**Work instruction**
Check each line of the entries for "Number" and report the ones that have it.

[[ Task data, beginning ]]

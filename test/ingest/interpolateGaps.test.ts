import { describe, expect, it } from "vitest";
import { interpolateGaps } from "../../src/ingest/interpolateGaps.ts";

const N = Number.NaN;

describe("interpolateGaps (all expected values hand-computed: a + (b − a)(k + 1)/(L + 1))", () => {
  it("fills a 2-value gap between 10 and 16 with 12 and 14", () => {
    const r = interpolateGaps([10, N, N, 16], 2);
    expect(Array.from(r.values)).toEqual([10, 12, 14, 16]);
    expect(Array.from(r.filled)).toEqual([0, 1, 1, 0]);
    expect(r.gaps).toEqual([{ start: 1, length: 2, action: "interpolated" }]);
  });

  it("fills a falling 3-value gap: 8 → 0 gives 6, 4, 2", () => {
    const r = interpolateGaps([8, N, N, N, 0], 6);
    expect(Array.from(r.values)).toEqual([8, 6, 4, 2, 0]);
  });

  it("fills one missing value with the mean of its neighbours: (−3.5 + 1.5)/2 = −1", () => {
    expect(Array.from(interpolateGaps([-3.5, N, 1.5], 1).values)).toEqual([-3.5, -1, 1.5]);
  });

  it("leaves a gap longer than the limit missing and reports it as kept", () => {
    const r = interpolateGaps([10, N, N, 16], 1);
    expect(Number.isNaN(r.values[1]) && Number.isNaN(r.values[2])).toBe(true);
    expect(Array.from(r.filled)).toEqual([0, 0, 0, 0]);
    expect(r.gaps).toEqual([{ start: 1, length: 2, action: "kept" }]);
  });

  it("a gap of exactly the limit is filled; limit 0 fills nothing", () => {
    expect(interpolateGaps([0, N, N, N, N, N, N, 7], 6).values[3]).toBe(3);
    expect(interpolateGaps([0, N, 2], 0).gaps[0].action).toBe("kept");
  });

  it("keeps gaps at the ends (no neighbour on one side) and handles several gaps", () => {
    const r = interpolateGaps([N, 1, N, 3, N, N, N, N, 8, N], 2);
    expect(r.gaps).toEqual([
      { start: 0, length: 1, action: "kept" },
      { start: 2, length: 1, action: "interpolated" },
      { start: 4, length: 4, action: "kept" },
      { start: 9, length: 1, action: "kept" },
    ]);
    expect(r.values[2]).toBe(2);
  });

  it("does not modify its input", () => {
    const input = new Float64Array([1, N, 3]);
    interpolateGaps(input, 6);
    expect(Number.isNaN(input[1])).toBe(true);
  });
});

[[ Task data, end ]]

**Your response**
const N = Number.NaN;
    expect(Number.isNaN(r.values[1]) && Number.isNaN(r.values[2])).toBe(true);
    expect(Number.isNaN(input[1])).toBe(true);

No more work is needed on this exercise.